Recently my Emperor 400 has been making a grinding noise from the impellar housing so i e-mailed Marineland telling them the problem. Not thinking i would get a reply i was shocked that within 6 hours they had replied saying they would send me a replacement impellar free of charge. 
As i was replying back with my details i decided to ask the cost for a replacement impellar for my 350b and new sponge for 660r. The reply i got was "No problem, we will send you all 3 items out free of charge"
He also told me to put a blob of vaseline on the impellar in future and that will make it more silent. I have to say i was very impressed with the customer service and wanted to share it with you guys.


----------



## SeaHorse

That's amazing! That's good to know cause my new Nov 2010, 250W heater just failed over the weekend and I have to get in touch with them. Took it back to the store and it fired up fine there, brought it back home tried two different outlets and nothing. Waited the required 15 minutes before plugging in like the instructions say but nothing. Must be a short or something... I can hear something rattle inside when I turn it upside down. Wish me luck. lol


----------



## SeaHorse

Failed 250W Marineland heater. I called Marineland today about my heater, told them the problem and what I had tried. They are shipping me out a new one right away! Lifetime warranty! No charge.
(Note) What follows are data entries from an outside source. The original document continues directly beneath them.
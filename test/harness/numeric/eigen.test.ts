import { EigenvalueDecomposition, Matrix } from 'ml-matrix';
import { describe, expect, it } from 'vitest';
import { eigenpairs, eigenvalues } from '../../../harness/numeric/eigen.js';
import type { Field, SquareMatrix } from '../../../harness/numeric/square-matrix.js';
import { diagonalMatrix } from '../../../harness/numeric/square-matrix.js';
import {
  gradedHermitian,
  oneNorm,
  orthogonalityRatio,
  randomHermitian,
  realEmbedding,
  realRows,
  residualRatio,
  withSpectrum,
} from './spectral-fixtures.js';

/**
 * The threshold on LAPACK's normalised test ratios: 50, the value in LAPACK's symmetric
 * eigensolver test input TESTING/sep.in (LAPACK 3.x test suite; figure as given in our brief and
 * from memory). A correct backward-stable solver gives ratios of order 1.
 */
const THRESHOLD = 50;
const ULP = Number.EPSILON;
const FIELDS: readonly Field[] = ['real', 'complex'];

/** Eigenvalue agreement allowed between two backward-stable solvers: each is within O(N ulp ‖A‖). */
function eigenvalueTolerance(m: SquareMatrix): number {
  return THRESHOLD * Math.max(m.size, 1) * ULP * Math.max(oneNorm(m), Number.MIN_VALUE);
}

function expectClose(label: string, observed: ArrayLike<number>, expected: ArrayLike<number>, tolerance: number): void {
  expect(observed.length, `${label}: length`).toBe(expected.length);
  for (let i = 0; i < expected.length; i++) {
    const diff = Math.abs(observed[i] - expected[i]);
    expect(diff, `${label}: λ[${i}] observed ${observed[i]}, expected ${expected[i]}, tolerance ${tolerance}`).toBeLessThanOrEqual(tolerance);
  }
}

function expectStable(label: string, m: SquareMatrix): void {
  const dec = eigenpairs(m);
  const residual = residualRatio(m, dec);
  const orthogonality = orthogonalityRatio(dec);
  expect(residual, `${label}: ‖AV − VΛ‖/(N‖A‖ulp)`).toBeLessThan(THRESHOLD);
  expect(orthogonality, `${label}: ‖V*V − I‖/(N ulp)`).toBeLessThan(THRESHOLD);
  for (let i = 1; i < dec.values.length; i++) expect(dec.values[i], `${label}: ascending`).toBeGreaterThanOrEqual(dec.values[i - 1]);
  // eigenvalues() and eigenpairs() run different QL variants; both are backward stable.
  expectClose(`${label}: eigenvalues() vs eigenpairs()`, eigenvalues(m), dec.values, eigenvalueTolerance(m));
}

describe('eigenvalues and eigenpairs: small and special inputs', () => {
  it('N = 0 gives empty results', () => {
    for (const field of FIELDS) {
      const m: SquareMatrix = { field, size: 0, data: new Float64Array(0) };
      expect(eigenvalues(m)).toEqual(new Float64Array(0));
      const dec = eigenpairs(m);
      expect(dec.values.length).toBe(0);
      expect(dec.vectors.length).toBe(0);
    }
  });

  it('N = 1 gives the entry and the unit vector', () => {
    expect(Array.from(eigenvalues({ field: 'real', size: 1, data: Float64Array.of(-2.5) }))).toEqual([-2.5]);
    const dec = eigenpairs({ field: 'complex', size: 1, data: Float64Array.of(3, 0) });
    expect(Array.from(dec.values)).toEqual([3]);
    expect(Array.from(dec.vectors)).toEqual([1, 0]);
  });

  it('N = 2 matches the closed form (a + c)/2 ± √(((a − c)/2)² + |b|²) (common practice)', () => {
    const a = 0.3;
    const c = -1.1;
    const b = { re: 0.7, im: -0.4 };
    const root = Math.hypot((a - c) / 2, Math.hypot(b.re, b.im));
    const expected = [(a + c) / 2 - root, (a + c) / 2 + root];
    const m: SquareMatrix = { field: 'complex', size: 2, data: Float64Array.of(a, 0, b.re, -b.im, b.re, b.im, c, 0) };
    expectClose('complex 2×2', eigenvalues(m), expected, 4 * ULP * 2);
    expectClose('complex 2×2 pairs', eigenpairs(m).values, expected, 4 * ULP * 2);
    for (const field of FIELDS) for (const seed of [1, 2, 3]) expectStable(`${field} N=2 seed ${seed}`, randomHermitian(field, 2, seed));
  });

  it('a diagonal matrix gives its sorted diagonal exactly', () => {
    const diag = [3, -1, 0, 2.5, -1, 7e-9, -4e12];
    const sorted = [...diag].sort((x, y) => x - y);
    for (const field of FIELDS) {
      const m = diagonalMatrix(field, diag);
      expect(Array.from(eigenvalues(m))).toEqual(sorted);
      expect(Array.from(eigenpairs(m).values)).toEqual(sorted);
      expectStable(`${field} diagonal`, m);
    }
  });

  it('reads only the lower triangle', () => {
    for (const field of FIELDS) {
      const m = randomHermitian(field, 9, 4);
      const scrambled = Float64Array.from(m.data);
      const stride = field === 'complex' ? 2 : 1;
      for (let i = 0; i < 9; i++) for (let j = i + 1; j < 9; j++) scrambled[stride * (i * 9 + j)] = 1e300 * (i - j);
      const other: SquareMatrix = { field, size: 9, data: scrambled };
      expect(Array.from(eigenvalues(other))).toEqual(Array.from(eigenvalues(m)));
      expect(Array.from(eigenpairs(other).vectors)).toEqual(Array.from(eigenpairs(m).vectors));
    }
  });

  it('rejects non-finite entries and malformed input with a RangeError', () => {
    for (const field of FIELDS) {
      for (const bad of [Number.NaN, Number.POSITIVE_INFINITY]) {
        const m = randomHermitian(field, 6, 5);
        m.data[(field === 'complex' ? 2 : 1) * (4 * 6 + 2)] = bad;
        expect(() => eigenvalues(m)).toThrow(RangeError);
        expect(() => eigenpairs(m)).toThrow(/entry \(4, 2\)/);
      }
    }
    expect(() => eigenvalues({ field: 'real', size: 3, data: new Float64Array(8) })).toThrow(RangeError);
  });
});

describe('eigenvalues against ml-matrix (independent implementation, EigenvalueDecomposition)', () => {
  it('real symmetric random matrices', () => {
    for (const [n, seed] of [[3, 11], [10, 12], [40, 13]]) {
      const m = randomHermitian('real', n, seed);
      const reference = new EigenvalueDecomposition(new Matrix(realRows(m)), { assumeSymmetric: true }).realEigenvalues;
      const sorted = [...reference].sort((x, y) => x - y);
      expectClose(`real N=${n}`, eigenvalues(m), sorted, eigenvalueTolerance(m));
      expectClose(`real N=${n} pairs`, eigenpairs(m).values, sorted, eigenvalueTolerance(m));
    }
  });

  it('complex Hermitian via the real embedding [[A, −B], [B, A]], each eigenvalue doubled', () => {
    for (const [n, seed] of [[4, 21], [17, 22], [30, 23]]) {
      const m = randomHermitian('complex', n, seed);
      const reference = new EigenvalueDecomposition(new Matrix(realEmbedding(m)), { assumeSymmetric: true }).realEigenvalues;
      const sorted = [...reference].sort((x, y) => x - y);
      const everyOther = sorted.filter((_, i) => i % 2 === 0);
      // The pairs must really be doubled: adjacent members of a pair agree to rounding.
      for (let i = 0; i < n; i++) expect(Math.abs(sorted[2 * i + 1] - sorted[2 * i])).toBeLessThanOrEqual(eigenvalueTolerance(m));
      expectClose(`complex N=${n}`, eigenvalues(m), everyOther, eigenvalueTolerance(m));
      expectClose(`complex N=${n} pairs`, eigenpairs(m).values, everyOther, eigenvalueTolerance(m));
    }
  });
});

describe('LAPACK-style residual and orthogonality ratios below 50', () => {
  for (const field of FIELDS) {
    it(`${field}: random matrices, N = 1 … 60`, () => {
      for (const n of [1, 2, 3, 4, 5, 8, 20, 60]) expectStable(`${field} random N=${n}`, randomHermitian(field, n, 100 + n));
    });

    it(`${field}: graded matrices (entries over 24 orders of magnitude)`, () => {
      for (const n of [6, 25]) expectStable(`${field} graded N=${n}`, gradedHermitian(field, n, 200 + n, 12));
      // Graded the other way round, so the large entries come last.
      const m = gradedHermitian(field, 25, 300, 12);
      const n = 25;
      const stride = field === 'complex' ? 2 : 1;
      const flipped = new Float64Array(m.data.length);
      for (let i = 0; i < n; i++) {
        for (let j = 0; j < n; j++) {
          for (let c = 0; c < stride; c++) flipped[stride * ((n - 1 - i) * n + (n - 1 - j)) + c] = m.data[stride * (i * n + j) + c];
        }
      }
      expectStable(`${field} graded reversed`, { field, size: n, data: flipped });
    });

    it(`${field}: clustered eigenvalues (gaps of 1e-13 and 1e-15)`, () => {
      const spectrum = [
        ...Array.from({ length: 8 }, (_, k) => 1 + k * 1e-13),
        ...Array.from({ length: 6 }, (_, k) => -0.5 + k * 1e-15),
        ...Array.from({ length: 6 }, (_, k) => 0.25 * k),
      ];
      const m = withSpectrum(field, spectrum, 400);
      expectStable(`${field} clustered`, m);
      // The prescribed spectrum is exact up to the rounding of forming U Λ U* (Weyl: O(N ulp ‖A‖)).
      expectClose(`${field} clustered spectrum`, eigenvalues(m), [...spectrum].sort((x, y) => x - y), eigenvalueTolerance(m));
    });

    it(`${field}: a tridiagonal matrix (reflectors with τ = 0) and a zero matrix`, () => {
      const n = 12;
      const stride = field === 'complex' ? 2 : 1;
      const data = new Float64Array(stride * n * n);
      for (let i = 0; i < n; i++) {
        data[stride * (i * n + i)] = Math.cos(i);
        if (i > 0) {
          data[stride * (i * n + i - 1)] = 0.5;
          data[stride * ((i - 1) * n + i)] = 0.5;
        }
      }
      expectStable(`${field} tridiagonal`, { field, size: n, data });
      const zero: SquareMatrix = { field, size: 5, data: new Float64Array(stride * 25) };
      expect(Array.from(eigenvalues(zero))).toEqual([0, 0, 0, 0, 0]);
      expect(orthogonalityRatio(eigenpairs(zero))).toBe(0);
    });
  }

  it('one moderate case: N = 150, real and complex', () => {
    expectStable('real random N=150', randomHermitian('real', 150, 500));
    expectStable('complex random N=150', randomHermitian('complex', 150, 501));
  });
});
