import { expect } from 'vitest';

/**
 * Shared assertions for the statistical tests of the random streams and ensemble samplers.
 *
 * Every check is a two-sided z-test: |observed − expected| ≤ Z_LIMIT · standardError. With
 * Z_LIMIT = 4.5 one comparison raises a false alarm with probability 2(1 − Φ(4.5)) ≈ 6.8·10⁻⁶
 * (normal tail, common practice), so even a few hundred comparisons together stay below 10⁻³.
 * The tests run at fixed seeds, so a pass is reproducible; the level says how unlucky a seed
 * would have to be for a correct generator to fail.
 */
export const Z_LIMIT = 4.5;

export function expectWithinStandardErrors(
  label: string,
  observed: number,
  expected: number,
  standardError: number,
  limit: number = Z_LIMIT,
): void {
  const z = (observed - expected) / standardError;
  const message = `${label}: observed ${observed}, expected ${expected}, difference ${observed - expected}, standard error ${standardError}, z = ${z} (limit ±${limit})`;
  expect(Number.isFinite(z), message).toBe(true);
  expect(Math.abs(z), message).toBeLessThanOrEqual(limit);
}

/** Sample mean and the standard error of the mean (from the sample variance, n − 1 divisor). */
export function meanAndStandardError(values: ArrayLike<number>): { mean: number; standardError: number } {
  const n = values.length;
  let sum = 0;
  for (let k = 0; k < n; k++) sum += values[k];
  const mean = sum / n;
  let ss = 0;
  for (let k = 0; k < n; k++) ss += (values[k] - mean) ** 2;
  return { mean, standardError: Math.sqrt(ss / (n - 1) / n) };
}

/** Pearson correlation coefficient of two equally long samples. */
export function pearsonCorrelation(x: ArrayLike<number>, y: ArrayLike<number>): number {
  const n = x.length;
  let mx = 0;
  let my = 0;
  for (let k = 0; k < n; k++) {
    mx += x[k];
    my += y[k];
  }
  mx /= n;
  my /= n;
  let sxy = 0;
  let sxx = 0;
  let syy = 0;
  for (let k = 0; k < n; k++) {
    sxy += (x[k] - mx) * (y[k] - my);
    sxx += (x[k] - mx) ** 2;
    syy += (y[k] - my) ** 2;
  }
  return sxy / Math.sqrt(sxx * syy);
}

/**
 * Survival function P(χ²_ν > x) for even ν = 2m, exact: the chi-square law with 2m degrees of
 * freedom is the Gamma(m, 2) law, whose tail is the Poisson(x/2) distribution function at m − 1,
 * e^{−x/2} Σ_{k<m} (x/2)^k / k! (M. Abramowitz and I. A. Stegun, Handbook of Mathematical
 * Functions, 1964, 26.4.21; equation number from memory).
 */
export function chiSquareSurvivalEven(x: number, degreesOfFreedom: number): number {
  if (degreesOfFreedom % 2 !== 0 || degreesOfFreedom <= 0) throw new RangeError('even degrees of freedom only');
  const half = x / 2;
  // Sum in log space to avoid overflow of e^{x/2}: term_k = exp(−half + k log half − log k!).
  let logTerm = -half;
  let sum = Math.exp(logTerm);
  for (let k = 1; k < degreesOfFreedom / 2; k++) {
    logTerm += Math.log(half) - Math.log(k);
    sum += Math.exp(logTerm);
  }
  return Math.min(1, sum);
}

/** Pearson's chi-square statistic Σ (O − E)²/E for counts against equal expected counts. */
export function chiSquareEqualCells(counts: ArrayLike<number>): number {
  let total = 0;
  for (let k = 0; k < counts.length; k++) total += counts[k];
  const expected = total / counts.length;
  let chi2 = 0;
  for (let k = 0; k < counts.length; k++) chi2 += (counts[k] - expected) ** 2 / expected;
  return chi2;
}
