import { describe, expect, it } from 'vitest';
import { op, wasmModule, type ValueType } from '../../../harness/numeric/wasm-module-builder.js';

/**
 * The module encoder on small functions whose results are known, run by the engine's own
 * WebAssembly implementation (the independent check: it validates the bytes against the
 * specification and executes them). Covers what the SIMD kernel does not exercise: LEB128
 * immediates above 127 and negative ones, more than 127 locals, several functions per module.
 */
interface Api {
  validate(bytes: Uint8Array): boolean;
  Memory: new (descriptor: { initial: number }) => { readonly buffer: ArrayBuffer };
  Module: new (bytes: Uint8Array) => object;
  Instance: new (module: object, imports: object) => { readonly exports: Record<string, (...args: number[]) => void> };
}
const wasm = (globalThis as unknown as { WebAssembly: Api }).WebAssembly;

function instantiate(functions: Parameters<typeof wasmModule>[0]): { run: Record<string, (...args: number[]) => void>; memory: Float64Array } {
  const bytes = wasmModule(functions);
  expect(wasm.validate(bytes)).toBe(true);
  const memory = new wasm.Memory({ initial: 1 });
  const instance = new wasm.Instance(new wasm.Module(bytes), { env: { memory } });
  return { run: instance.exports, memory: new Float64Array(memory.buffer) };
}

describe('wasmModule', () => {
  it('pairwise f64x2 arithmetic: out = a·b − c + a, lane sums, in place at byte addresses', () => {
    const params: ValueType[] = ['i32', 'i32', 'i32', 'i32'];
    const [A, B, C, OUT] = [0, 1, 2, 3];
    const load = (base: number) => [...op.localGet(base), ...op.v128Load()];
    const body = [
      ...op.localGet(OUT),
      ...load(A), ...load(B), ...op.f64x2Mul, ...load(C), ...op.f64x2Sub, ...load(A), ...op.f64x2Add,
      ...op.v128Store(),
      // out[2] = lane 0 + lane 1 of a (offset 16 bytes).
      ...op.localGet(OUT),
      ...load(A), ...op.f64x2ExtractLane(0), ...load(A), ...op.f64x2ExtractLane(1), ...op.f64Add,
      ...op.f64Store(16),
    ];
    const { run, memory } = instantiate([{ name: 'combine', params, locals: [], body }]);
    memory.set([1.5, -2, 4, 0.25, 3, 5], 0);
    run.combine(0, 16, 32, 48);
    expect(Array.from(memory.subarray(6, 9))).toEqual([1.5 * 4 - 3 + 1.5, -2 * 0.25 - 5 - 2, 1.5 - 2]);
  });

  it('large and negative constants, 130 locals, a counted loop, and a second function', () => {
    // SUM = Σ_{k=0}^{299} (k − 5) = 44 850 − 1500 = 43 350 in an i32 local with index 128 (a two-byte
    // LEB128 index); the pair of doubles at OUT, doubled through local 130, is stored at byte
    // address SUM, so reading it back there checks the loop, the constants and the indices at once.
    const locals: ValueType[] = [...Array.from<ValueType>({ length: 129 }, () => 'i32'), 'v128'];
    const [OUT, K, SUM, V] = [0, 1, 128, 130];
    const body = [
      ...op.i32Const(0), ...op.localSet(K),
      ...op.i32Const(0), ...op.localSet(SUM),
      ...op.block, ...op.loop,
      ...op.localGet(K), ...op.i32Const(300), ...op.i32GeS, ...op.brIf(1),
      ...op.localGet(SUM), ...op.localGet(K), ...op.i32Const(-5), ...op.i32Add, ...op.i32Add, ...op.localSet(SUM),
      ...op.localGet(K), ...op.i32Const(1), ...op.i32Add, ...op.localSet(K),
      ...op.br(0),
      ...op.end, ...op.end,
      ...op.localGet(SUM), ...op.localGet(OUT), ...op.v128Load(), ...op.localTee(V), ...op.localGet(V), ...op.f64x2Add, ...op.v128Store(),
    ];
    const twice = [...op.localGet(0), ...op.localGet(0), ...op.f64Load(), ...op.localGet(0), ...op.f64Load(), ...op.f64Add, ...op.f64Store(8)];
    const { run, memory } = instantiate([
      { name: 'count', params: ['i32'], locals, body },
      { name: 'twice', params: ['i32'], locals: [], body: twice },
    ]);
    memory.set([3, -7], 0);
    run.count(0);
    const bytes = new DataView(memory.buffer);
    expect([bytes.getFloat64(43_350, true), bytes.getFloat64(43_358, true)]).toEqual([6, -14]);
    run.twice(0);
    expect(memory[1]).toBe(6);
  });
});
I will let you know when it arrives.


----------



## stevenjohn21

Thats great ! I know a few people have had bad things to say about Marineland products but whilst they keep replacing items free of charge im happy to continue being a customer .


----------



## brancasterr

This is great to know because I just bought a heater from them. I mean, I hope it doesn't fail but it's nice to know some of you have had excellent customer service with them.


----------



## SeaHorse

It still has not arrived yet... day 9.. It may be coming from USA and thus thru customs to Ontario so I'm going to give it a full 2 weeks before I call them again. This stuff takes time and I really did not expect them to overnight express it. lol. So I promise to come back here and let you know how this all ends up!!


----------



## SeaHorse

Yay, my Marineland 250W heater has arrived!! Cleared customs, not at all surprised by that delay, well marked fragile and well packed in air bubble packing. Great service from United Pet Co, Illinois, USA. Thanks!!


----------



## stevenjohn21

Thats great news, hopefully it will last longer than the other one


----------